Mole Hunt In Mar-a-Lago
The tea leaves indicate an indictment for former President Trump
So it’s a mole hunt now. I’ll have more in my podcast interview with Andy McCarthy out later today, but here’s the reality: If the actions of the FBI and the indications from the Inspector General are taken at face value, they suggest steady progress on the part of the Department of Justice toward the unprecedented and insane action of indicting former President Donald Trump, potentially in Washington, D.C., where his conviction is virtually assured, on the basis of criminal acts related to January 6th.
It’s hard to read it otherwise. As much as the FBI may maintain publicly or via sourcing that they were just looking for documents that may be classified, the timing of the escalation — paired with the seizure of Rep. Scott Perry’s phone — seems to suggest otherwise, coming as it does after Congress has left town and as Trump’s potential announcement of a presidential campaign nears.

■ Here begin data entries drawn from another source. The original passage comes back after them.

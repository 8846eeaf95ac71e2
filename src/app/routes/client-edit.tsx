import { useForm } from "react-hook-form";
import { zodResolver } from "@hookform/resolvers/zod";
import { useNavigate, useParams } from "react-router";
import { CLIENT_KINDS, CLIENT_KIND_LABELS, ClientCreateSchema, type ClientCreate, type ClientCreateInput, type ClientRecord } from "@shared/schemas/clients.ts";
import { can } from "@shared/permissions.ts";
import { useMe } from "@/features/session/api/session.ts";
import { useClient, useSaveClient } from "@/features/clients/api/clients.ts";
import { SelectField, TextAreaField, TextField } from "@/components/ui/field.tsx";
import { Button } from "@/components/ui/button.tsx";
import { ErrorNotice, Notice, SkeletonRows } from "@/components/ui/feedback.tsx";
import { useServerErrors } from "@/lib/form-errors.ts";
import { EnumOptions } from "@/components/ui/options.tsx";

function ClientForm({ initial }: { initial?: ClientRecord }) {
  const navigate = useNavigate();
  const save = useSaveClient(initial?.id);
  const form = useForm<ClientCreateInput, unknown, ClientCreate>({
    resolver: zodResolver(ClientCreateSchema),
    defaultValues: {
      kind: initial?.kind ?? "private",
      name: initial?.name ?? "",
      contactName: initial?.contactName ?? "",
      email: initial?.email ?? "",
      phone: initial?.phone ?? "",
      address: initial?.address ?? "",
      notes: initial?.notes ?? "",
    },
  });
  const e = form.formState.errors;
  const server = useServerErrors(form);
  const submit = form.handleSubmit(async (values) => {
    const c = await server.run(() => save.mutateAsync(values));
    if (c) navigate(`/clients/${c.id}`);
  });
  return (
    <form onSubmit={submit} noValidate className="grid max-w-3xl gap-4 rounded-card bg-paper-sheet p-5 shadow-card md:grid-cols-2">
      {server.error && (
        <div className="col-span-full">
          <ErrorNotice title="Not saved" error={server.error} />
        </div>
      )}
      <SelectField label="Kind" error={e.kind?.message} {...form.register("kind")}>
        <EnumOptions values={CLIENT_KINDS} labels={CLIENT_KIND_LABELS} />
      </SelectField>
      <TextField label="Name" error={e.name?.message} {...form.register("name")} />
      <TextField label="Contact person" error={e.contactName?.message} {...form.register("contactName")} />
      <TextField label="E-mail" type="email" error={e.email?.message} {...form.register("email")} />
      <TextField label="Phone" error={e.phone?.message} {...form.register("phone")} />
      <TextAreaField label="Address" error={e.address?.message} {...form.register("address")} />
      <TextAreaField label="Notes" wrapClassName="col-span-full" error={e.notes?.message} {...form.register("notes")} />
      <div className="col-span-full flex gap-3">
        <Button type="submit" disabled={form.formState.isSubmitting}>
          {initial ? "Save changes" : "Save client"}
        </Button>
        <Button variant="secondary" onClick={() => navigate(-1)}>
          Cancel
        </Button>
      </div>
    </form>
  );
}

export function Component() {
  const { id } = useParams();
  const { data: user } = useMe();
  const client = useClient(id ?? "");
  if (!can(user, "client:write"))
    return (
      <Notice tone="warn" title="Not available">
        Only studio staff edit clients.
      </Notice>
    );
  if (id && client.isPending) return <SkeletonRows />;
  if (id && client.isError) return <ErrorNotice error={client.error} />;
  return (
    <div className="space-y-5">
      <h1 className="text-2xl font-bold tracking-tight">{id ? "Edit client" : "New client"}</h1>
      <ClientForm initial={id ? client.data : undefined} />
    </div>
  );
}
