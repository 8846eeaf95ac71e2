import { useEffect, useState } from "react";
import { Link, useSearchParams } from "react-router";
import { ATTACHMENT_METHODS } from "@shared/schemas/mount-plan.ts";
import {
  ATTACHMENT_METHOD_LABELS,
  BOARD_GRADE_LABELS,
  GLAZING_TYPE_LABELS,
  MOUNTING_REASON_LABELS,
  MOUNTING_STATUSES,
  MOUNTING_STATUS_LABELS,
  type MountingListItem,
  type MountingStatus,
} from "@shared/schemas/mountings.ts";
import { can } from "@shared/permissions.ts";
import { useMe } from "@/features/session/api/session.ts";
import { useMountingsRegister } from "@/features/mountings-register/api/mountings-register.ts";
import { DocumentButton } from "@/features/documents/components/document-button.tsx";
import { FilterSelect, SearchInput } from "@/components/ui/field.tsx";
import { ButtonLink } from "@/components/ui/button.tsx";
import { Badge, EmptyState, Notice, SkeletonRows } from "@/components/ui/feedback.tsx";
import { Pagination } from "@/components/ui/pagination.tsx";
import { formatDate } from "@/lib/format.ts";
import { useDebounced } from "@/lib/use-debounced.ts";

const PAGE_SIZE = 50;
const ISO_DATE = /^\d{4}-\d{2}-\d{2}$/;
type Method = (typeof ATTACHMENT_METHODS)[number];
const oneOf = <T extends string>(list: readonly T[], v: string | null): T | undefined => (v && (list as readonly string[]).includes(v) ? (v as T) : undefined);
const label = (labels: Record<string, string>, v: string | null) => (v ? (labels[v] ?? v) : "—");

function MountingStatusBadge({ status }: { status: MountingStatus }) {
  return <Badge tone={status === "completed" ? "accent" : status === "draft" ? "warn" : "neutral"}>{MOUNTING_STATUS_LABELS[status]}</Badge>;
}

/** The batches of the record's current revision; a batch found only in an earlier revision is said so. */
function Batches({ m, searched }: { m: MountingListItem; searched?: string }) {
  const earlier = !!searched && !m.batches.some((b) => b.toLowerCase() === searched.toLowerCase());
  return (
    <>
      {m.batches.length === 0 ? <span className="text-graphite">—</span> : m.batches.map((b) => <span key={b} className="block num">{b}</span>)}
      {earlier && <span className="mt-0.5 block text-xs text-graphite">{searched} in an earlier revision</span>}
    </>
  );
}

/** The mountings register: every mounting record across objects, to answer "which objects used board from batch X?". */
export function Component() {
  const { data: user } = useMe();
  const allowed = can(user, "mounting:write");
  const [params, setParams] = useSearchParams();
  const [batchText, setBatchText] = useState(params.get("batch") ?? "");
  const batch = useDebounced(batchText.trim());

  const framerId = params.get("framer") || undefined;
  const from = ISO_DATE.test(params.get("from") ?? "") ? params.get("from")! : undefined;
  const to = ISO_DATE.test(params.get("to") ?? "") ? params.get("to")! : undefined;
  const method = oneOf<Method>(ATTACHMENT_METHODS, params.get("method"));
  const status = oneOf<MountingStatus>(MOUNTING_STATUSES, params.get("status"));
  const page = Math.max(1, Number(params.get("page") ?? 1) || 1);

  const update = (changes: Record<string, string | undefined>, resetPage = true) => {
    setParams(
      (prev) => {
        const n = new URLSearchParams(prev);
        for (const [k, v] of Object.entries(changes)) v ? n.set(k, v) : n.delete(k);
        if (resetPage) n.delete("page");
        return n;
      },
      { replace: true },
    );
  };

  useEffect(() => {
    if ((params.get("batch") ?? "") !== batch) update({ batch: batch || undefined });
    // eslint-disable-next-line react-hooks/exhaustive-deps
  }, [batch]);

  const list = useMountingsRegister({ framerId, from, to, method, status, batch: batch || undefined, page, pageSize: PAGE_SIZE }, allowed);
  const otherFilters = !!(framerId || from || to || method || status);
  const filtered = otherFilters || !!batch;
  const backwards = !!from && !!to && from > to;

  if (user && !allowed) {
    return (
      <div className="space-y-5">
        <h1 className="text-2xl font-bold tracking-tight">Mountings</h1>
        <Notice title="For studio staff">The mountings register lists the studio's work on every client's objects. Each object's own mountings are on its page.</Notice>
      </div>
    );
  }

  return (
    <div className="space-y-5">
      <header className="flex flex-wrap items-end justify-between gap-3">
        <div>
          <h1 className="text-2xl font-bold tracking-tight">Mountings</h1>
          <p className="text-sm text-graphite">
            Every mounting record across objects, newest first. Type a board's batch number to find every object mounted with board from that batch.
          </p>
        </div>
        {list.data && list.data.items.length > 0 && (
          <DocumentButton
            url="/api/documents/workshop-sheet"
            label={`Workshop sheet for these ${list.data.items.length}`}
            body={{ mountingIds: list.data.items.map((m) => m.id) }}
            fallbackName="workshop-sheet.pdf"
          />
        )}
      </header>

      <div role="search" aria-label="Filter mountings" className="flex flex-wrap items-center gap-3">
        <label className="sr-only" htmlFor="mountings-batch">
          Board batch
        </label>
        <SearchInput id="mountings-batch" placeholder="Board batch, e.g. MB-2291" value={batchText} onChange={(e) => setBatchText(e.target.value)} className="max-w-56" />
        <FilterSelect aria-label="Framer" value={framerId ?? ""} onChange={(e) => update({ framer: e.target.value || undefined })}>
          <option value="">Any framer</option>
          {list.data?.framers.map((f) => (
            <option key={f.id} value={f.id}>
              {f.name}
            </option>
          ))}
        </FilterSelect>
        <label className="inline-flex items-center gap-2 text-sm text-ink-soft">
          Mounted from
          <input
            type="date"
            value={from ?? ""}
            onChange={(e) => update({ from: e.target.value || undefined })}
            className="rounded-card border border-stone bg-paper-sheet px-2 py-1.5 text-sm text-ink num focus:border-accent focus:outline-none focus:ring-2 focus:ring-accent/30"
          />
        </label>
        <label className="inline-flex items-center gap-2 text-sm text-ink-soft">
          to
          <input
            type="date"
            value={to ?? ""}
            onChange={(e) => update({ to: e.target.value || undefined })}
            className="rounded-card border border-stone bg-paper-sheet px-2 py-1.5 text-sm text-ink num focus:border-accent focus:outline-none focus:ring-2 focus:ring-accent/30"
          />
        </label>
        <FilterSelect aria-label="Method" value={method ?? ""} onChange={(e) => update({ method: e.target.value || undefined })}>
          <option value="">Any method</option>
          {ATTACHMENT_METHODS.map((m) => (
            <option key={m} value={m}>
              {ATTACHMENT_METHOD_LABELS[m]}
            </option>
          ))}
        </FilterSelect>
        <FilterSelect aria-label="Status" value={status ?? ""} onChange={(e) => update({ status: e.target.value || undefined })}>
          <option value="">Any status</option>
          {MOUNTING_STATUSES.map((s) => (
            <option key={s} value={s}>
              {MOUNTING_STATUS_LABELS[s]}
            </option>
          ))}
        </FilterSelect>
        {filtered && (
          <button
            type="button"
            className="text-sm font-medium text-accent hover:underline"
            onClick={() => {
              setBatchText("");
              update({ batch: undefined, framer: undefined, from: undefined, to: undefined, method: undefined, status: undefined });
            }}
          >
            Clear filters
          </button>
        )}
      </div>

      {backwards && (
        <Notice tone="warn" title="The dates are the wrong way round">
          “Mounted from” ({formatDate(from)}) is after “to” ({formatDate(to)}), so no mounting can fall between them.
        </Notice>
      )}
      {batch && list.data && list.data.total > 0 && (
        <p className="text-sm text-ink-soft" role="status">
          Mounting records with board from batch <span className="font-semibold num">{batch}</span>, in any revision of the record.
        </p>
      )}

      <section aria-label="Mountings" className="rounded-card bg-paper-sheet shadow-card" aria-busy={list.isFetching}>
        {list.isPending ? (
          <SkeletonRows />
        ) : list.isError ? (
          <div className="p-4">
            <Notice tone="fail" title="The mountings register could not be loaded">
              {list.error.message}
            </Notice>
          </div>
        ) : list.data.items.length === 0 ? (
          <div className="p-4">
            {batch ? (
              <EmptyState title={`No mounting used board from batch ${batch}`}>
                The batch is matched whole, in capitals or not; check the number on the board's label{otherFilters ? ", or clear the other filters" : ""}.
              </EmptyState>
            ) : filtered ? (
              <EmptyState title="No mounting matches">Widen the dates, or clear the filters.</EmptyState>
            ) : (
              <EmptyState title="No mountings yet" action={<ButtonLink to="/objects">Open the register</ButtonLink>}>
                Every mounting, reframing and correction recorded on an object's page is listed here, with its materials and their batch numbers. Start from
                an object.
              </EmptyState>
            )}
          </div>
        ) : (
          <>
            <div className="overflow-x-auto">
              <table className="w-full border-collapse text-sm">
                <thead className="sticky top-0 z-10 bg-paper-sheet text-left text-ink-soft shadow-[0_1px_0_var(--color-stone)]">
                  <tr>
                    <th scope="col" className="whitespace-nowrap px-3 py-2.5 text-right font-semibold">Mounted</th>
                    <th scope="col" className="whitespace-nowrap px-3 py-2.5 font-semibold">Object number</th>
                    <th scope="col" className="px-3 py-2.5 font-semibold">Title</th>
                    <th scope="col" className="px-3 py-2.5 font-semibold">Framer</th>
                    <th scope="col" className="px-3 py-2.5 font-semibold">Reason</th>
                    <th scope="col" className="px-3 py-2.5 font-semibold">Method</th>
                    <th scope="col" className="px-3 py-2.5 font-semibold">Boards</th>
                    <th scope="col" className="px-3 py-2.5 font-semibold">Glazing</th>
                    <th scope="col" className="px-3 py-2.5 font-semibold">Batches</th>
                    <th scope="col" className="px-3 py-2.5 font-semibold">Status</th>
                  </tr>
                </thead>
                <tbody>
                  {list.data.items.map((m) => (
                    <tr key={m.id} className="border-b border-stone-light align-top hover:bg-paper-deep/60">
                      <td className="whitespace-nowrap px-3 py-3 text-right num">{formatDate(m.mountedOn)}</td>
                      <td className="whitespace-nowrap px-3 py-3 font-semibold num">
                        <Link to={`/objects/${m.objectId}`} className="text-accent hover:underline">
                          {m.objectNumber}
                        </Link>
                      </td>
                      <td className="px-3 py-3">{m.objectTitle}</td>
                      <td className="px-3 py-3 text-ink-soft">{m.framerName}</td>
                      <td className="px-3 py-3 text-ink-soft">{label(MOUNTING_REASON_LABELS, m.reason)}</td>
                      <td className="px-3 py-3">{label(ATTACHMENT_METHOD_LABELS, m.method)}</td>
                      <td className="px-3 py-3 text-ink-soft">{label(BOARD_GRADE_LABELS, m.boardGrade)}</td>
                      <td className="px-3 py-3 text-ink-soft">{label(GLAZING_TYPE_LABELS, m.glazing)}</td>
                      <td className="whitespace-nowrap px-3 py-3">
                        <Batches m={m} searched={batch || undefined} />
                      </td>
                      <td className="px-3 py-3">
                        <MountingStatusBadge status={m.status} />
                      </td>
                    </tr>
                  ))}
                </tbody>
              </table>
            </div>
            <Pagination page={page} pageSize={PAGE_SIZE} total={list.data.total} onPage={(p) => update({ page: String(p) }, false)} />
          </>
        )}
      </section>
    </div>
  );
}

Around lunchtime on June 3, a senior Justice Department national security supervisor and three FBI agents arrived at former President Donald Trump’s Mar-a-Lago home in Florida to discuss boxes with government records sitting in a basement storage room along with suits, sweaters and golf shoes.
A few days later, the FBI sent a note asking that a stronger lock be installed on the storage room door, signing off: “Thank you. Very truly yours, Jay Bratt, chief of counterintelligence and export control section.”
In the following weeks, however, someone familiar with the stored papers told investigators there may be still more classified documents at the private club after the National Archives retrieved 15 boxes earlier in the year, people familiar with the matter said. And Justice Department officials had doubts that the Trump team was being truthful regarding what material remained at the property, one person said. Newsweek earlier reported on the source of the FBI’s information.
Two months later, two dozen Federal Bureau of Investigation agents were back at Mar-a-Lago with a warrant predicated on convincing a federal magistrate judge that there was evidence a crime may have been committed. After hours at the property, the agents took the boxes away in a Ryder truck.
Many elements of what happened between those events—one seemingly cordial, the other unheard of—remain unknown. But the episode points to a sharp escalation in the Justice Department’s inquiry into Mr. Trump, which also includes an investigation into the events leading up to the Jan. 6, 2021, riot on the Capitol. And it has prompted outrage from Republicans, who have rallied around Mr. Trump as he contemplates running again for president.
The mystery may only be resolved by the Justice Department’s next steps. FBI Director Christopher Wray, appointed by Mr. Trump in 2017, on Wednesday referred questions to the Justice Department, which declined to comment.
Mr. Trump and his lawyers contend they have cooperated with a monthslong effort by the government to retrieve some of the material he took from the White House and expressed outrage with Monday’s unannounced visit to Mar-a-Lago. A timeline of events, they say, demonstrates this cooperation, down to quickly fulfilling the June request to place a new lock on the storage door.
Since the FBI raided Donald Trump’s Mar-a-Lago compound on Monday, the Democratic Party’s resistance leaders have been tumescent. Former Justice Department officials are going on television to give an expert gloss to the prospect of the 45th president finally getting prosecuted.
Former solicitor general Neil Katyal, for example, told MSNBC on Monday evening that if he was the former president’s lawyer, he would tell him to prepare for prison time. Marc Elias, the Democratic Party lawyer who commissioned the infamous Steele Dossier, went on Twitter to suggest the raid might mean Trump was guilty of destroying government property and thus ineligible to run in 2024.
It feels like 2017 all over again. And that is what makes this latest episode of Get Trump a farce. At least back in 2017, the hype, speculation and innuendo about the FBI’s probe into Trump world was about the possibility that a grave crime had been committed by the sitting president. And while it turned out that Russiagate was a conspiracy theory hatched by operatives like Elias, no one at the time knew the FBI had run into a series of dead ends in their investigation.
This time, Trump’s alleged crime comes down to a dispute with the National Archives. He did not return all the documents the archive requested in 2021, so he is potentially in violation of the Presidential Records Act. In addition, it’s possible there are classified documents that have not been returned to the archive.
If this is all there is, then the FBI and Justice Department must be reformed. Taking the unprecedented step of requesting a search warrant of a former president’s residence in connection with a dispute that should be handled through civil litigation is using a howitzer to kill a mosquito. If this is an investigation into a former president mishandling classified material, it begs the question of whether Trump himself — when he was in office — used his discretion to declassify documents he took with him to Mar-a-Lago. If that is the case, there is no crime.
Jonathan Tobin has more. We can make as many predictions as we like about where this goes politically, but doing so requires assumptions about what the DOJ will do that are not yet in evidence. If they continue on the path they are on, it seems that they are determined to go after the former president in court no matter the costs to the reputation of these agencies of law enforcement or to the country they stopped serving long ago.